- YOUR INSTRUCTIONS -
Reproduce only what lies between the first line of the material below and the line containing "from typing import TYPE_CHECKING", with both of those lines included and every line kept exact.

————————

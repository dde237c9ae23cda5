"""One detector per alarm, each with its hysteresis, on blocks of the live stream."""

from __future__ import annotations

import math
from dataclasses import dataclass, field
from typing import TYPE_CHECKING

import numpy as np

from estimator.alarms.definitions import (
    _SEVERITY,
    CLEARED,
    DRIFT,
    LOSS,
    MISMATCH,
    OVERLOAD,
    RAISED,
    STALL,
    TRAVEL,
    AlarmChange,
    AlarmSettings,
)
from estimator.alarms.ringdown import RingdownWatch
from estimator.consistency import nis_band, windowed_nis
from estimator.errors import ParameterError
from estimator.monitor import SETTLED, STATES, SettlingMonitor, _latch
from estimator.observer import ESTIMATE_DTYPE, FLAG_JUMP, FLAG_MISSING

if TYPE_CHECKING:
    pass


@dataclass
class _Block:
    """One block as the detectors see it."""

    est: np.ndarray  # ESTIMATE_DTYPE (n,)
    samples: np.ndarray  # fields seq, host_time_s (n,)
    pos: np.ndarray  # stream positions, int64 (n,)
    tares: list[int] = field(default_factory=list)  # offsets in the block, sorted


def _change(
    alarm_id: str,
    event: str,
    index: int,
    time_s: float,
    message: str,
    value: float,
    limit: float,
    unit: str,
    clock: str = "device",
) -> AlarmChange:
    return AlarmChange(
        alarm_id,
        event,
        int(index),
        float(time_s),
        clock,
        _SEVERITY[alarm_id],
        message,
        float(value),
        float(limit),
        unit,
    )


def _edges(state: np.ndarray, state0: bool) -> tuple[np.ndarray, np.ndarray]:
    """Offsets where a latched state turns on, and where it turns off."""
    prev = np.concatenate(([state0], state[:-1]))
    return np.flatnonzero(state & ~prev), np.flatnonzero(~state & prev)


def _run_lengths(cond: np.ndarray, carry: int) -> np.ndarray:
    """Consecutive True samples ending at each sample (``carry`` of them before the block)."""
    n = cond.size
    idx = np.arange(n)
    last_false = np.maximum.accumulate(np.where(cond, -1, idx))
    return np.where(last_false >= 0, idx - last_false, idx + 1 + carry) * cond


class _Overload:
    """Force outside the calibrated range; clears after ``hold`` samples inside by a margin."""

    alarm_id = OVERLOAD

    def __init__(self, force_min_n: float, force_max_n: float, margin_n: float, hold: int) -> None:
        self.low, self.high, self.margin, self.hold = force_min_n, force_max_n, margin_n, hold
        self.inside_run = 0
        self.active = False

    def describe(self) -> str:
        return (
            f"overload: force outside {self.low:g} … {self.high:g} N; clears after "
            f"{self.hold} samples at least {self.margin:.3g} N inside the range"
        )

    def process(self, b: _Block) -> list[AlarmChange]:
        f = b.est["force_n"]
        finite = np.isfinite(f)
        outside = finite & ((f > self.high) | (f < self.low))
        inside = finite & (f >= self.low + self.margin) & (f <= self.high - self.margin)
        run = _run_lengths(inside, self.inside_run)
        state = _latch(outside, run >= self.hold, self.active)
        on, off = _edges(state, self.active)
        changes = []
        for i in on.tolist():
            edge = self.high if f[i] > self.high else self.low
            changes.append(
                _change(
                    OVERLOAD,
                    RAISED,
                    b.pos[i],
                    b.est["time_s"][i],
                    f"force {f[i]:.4g} N is outside the calibrated range "
                    f"{self.low:g} … {self.high:g} N",
                    f[i],
                    edge,
                    "N",
                )
            )
        for i in off.tolist():
            edge = self.high - self.margin if f[i] > 0 else self.low + self.margin
            changes.append(
                _change(
                    OVERLOAD,
                    CLEARED,
                    b.pos[i],
                    b.est["time_s"][i],
                    f"force {f[i]:.4g} N has stayed within {self.low + self.margin:.4g} … "
                    f"{self.high - self.margin:.4g} N for {self.hold} samples "
                    f"(range less a {self.margin:.3g} N margin)",
                    f[i],
                    edge,
                    "N",
                )
            )
        self.active = bool(state[-1])
        self.inside_run = int(run[-1])
        return changes


class _Travel:
    """Displacement near the mechanical stop; clears after ``hold`` samples well away."""

    alarm_id = TRAVEL

    def __init__(
        self, travel_m: float, raise_fraction: float, clear_fraction: float, hold: int
    ) -> None:
        self.travel = travel_m
        self.raise_fraction, self.clear_fraction = raise_fraction, clear_fraction
        self.raise_m = raise_fraction * travel_m
        self.clear_m = clear_fraction * travel_m
        self.hold = hold
        self.inside_run = 0
        self.active = False

    def describe(self) -> str:
        return (
            f"travel: |displacement| ≥ {self.raise_m * 1e6:.4g} µm "
            f"({self.raise_fraction * 100:g} % of the {self.travel * 1e6:.4g} µm travel to the "
            f"stop); clears after {self.hold} samples below {self.clear_m * 1e6:.4g} µm"
        )

    def process(self, b: _Block) -> list[AlarmChange]:
        x = np.abs(b.est["displacement_m"])
        finite = np.isfinite(x)
        run = _run_lengths(finite & (x <= self.clear_m), self.inside_run)
        state = _latch(finite & (x >= self.raise_m), run >= self.hold, self.active)
        on, off = _edges(state, self.active)
        changes = []
        for i in on.tolist():
            changes.append(
                _change(
                    TRAVEL,
                    RAISED,
                    b.pos[i],
                    b.est["time_s"][i],
                    f"displacement {x[i] * 1e6:.4g} µm is {100 * x[i] / self.travel:.3g} % of the "
                    f"{self.travel * 1e6:.4g} µm travel to the mechanical stop "
                    f"(limit {self.raise_fraction * 100:g} %)",
                    x[i],
                    self.raise_m,
                    "m",
                )
            )
        for i in off.tolist():
            changes.append(
                _change(
                    TRAVEL,
                    CLEARED,
                    b.pos[i],
                    b.est["time_s"][i],
                    f"displacement has stayed below {self.clear_m * 1e6:.4g} µm "
                    f"({self.clear_fraction * 100:g} % of the travel) for {self.hold} samples",
                    x[i],
                    self.clear_m,
                    "m",
                )
            )
        self.active = bool(state[-1])
        self.inside_run = int(run[-1])
        return changes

————————

- ANSWER AREA -
repository dde237c9ae23cda5
"""One detector per alarm, each with its hysteresis, on blocks of the live stream."""

from __future__ import annotations

import math
from dataclasses import dataclass, field
from typing import TYPE_CHECKING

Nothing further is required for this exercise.